Pinecone: Free tier: 1 index, 100K vectors. Starter ($8/mo): more indexes. No codebase will exceed free tier vector counts, but you pay for the pod.

Infrastructure Hosting Cost

Component	Shared (use app infra)	Dedicated (self-hosted)	Managed Cloud
Vector store	$0 (pgvector in app DB)	$5–15/mo (Qdrant VPS)	$0–70/mo (free tiers exist)
Metadata store	$0 (app database)	$0 (app database)	$0 (app database)
Embedding	—	$5–20/mo (GPU for Ollama)	$0.02–2/yr (API)
Background jobs	$0 (app job system)	$0 (app job system)	$0 (app job system)

Cost per Preset

Preset	Setup Cost	Monthly Ongoing	Notes
local (InMemory VectorStore + SQLite + Ollama)	$0	$0	Requires local GPU for decent embedding speed.
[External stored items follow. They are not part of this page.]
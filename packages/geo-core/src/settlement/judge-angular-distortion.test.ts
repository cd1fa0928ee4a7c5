import { describe, expect, it } from 'vitest';
import { judgeAngularDistortion } from './judge-angular-distortion.js';

describe('judgeAngularDistortion(angularDistortion)', () => {
  it('1/400 exceeds Bjerrum’s 1/500 safe limit and Skempton & MacDonald’s 1/500 design limit, next 1/300', () => {
    const [bjerrum, skempton] = judgeAngularDistortion(1 / 400);
    expect(bjerrum?.exceededLimit?.ratioLabel).toBe('1/500');
    expect(bjerrum?.nextLimit?.ratioLabel).toBe('1/300');
    expect(bjerrum?.statement).toMatch(/^Bjerrum \(1963\): 1\/400 exceeds 1\/500 \(safe limit for buildings where cracking is not permissible\)/);
    expect(skempton?.exceededLimit?.ratioLabel).toBe('1/500');
  });

  it('a value exactly at a limit reaches it without exceeding it', () => {
    expect(judgeAngularDistortion(1 / 500)[0]?.exceededLimit?.ratioLabel).toBe('1/600');
  });

  it('is within every limit below 1/750 and beyond every limit above 1/150', () => {
    expect(judgeAngularDistortion(1 / 1000)[0]?.exceededLimit).toBeNull();
    expect(judgeAngularDistortion(1 / 100)[1]?.nextLimit).toBeNull();
    expect(judgeAngularDistortion(0)[0]?.statement).toMatch(/within every limit/);
  });

  it('throws RangeError for a negative distortion', () => {
    expect(() => judgeAngularDistortion(-0.001)).toThrow(new RangeError('judgeAngularDistortion requires a finite angularDistortion >= 0'));
  });
});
CPU works but slow.
postgresql (pgvector + SQLite + OpenAI)	$0	$0.05–0.50	pgvector for vectors, SQLite for metadata. Good quality, API dependency for embeddings.
production (Qdrant + SQLite + OpenAI)	$0	$0.05–0.50	Qdrant for vectors, SQLite for metadata. Slightly better vector search, more infra.
MySQL / Self-hosted / Enterprise (not yet implemented)	—	—	Aspirational presets. Use :production preset with manual configuration overrides.

The Real Cost: Developer Time

Infrastructure and API costs are noise for single-codebase use. The actual cost is:

Setup time: 1–4 hours depending on preset complexity
Tuning time: 4–20 hours to evaluate embedding models, chunk strategies, and ranking weights
Maintenance time: 1–2 hours/month for monitoring, occasional re-tuning

Choose the preset that minimizes setup and maintenance time for your team's existing infrastructure. The cheapest option is always the one that uses what you already run.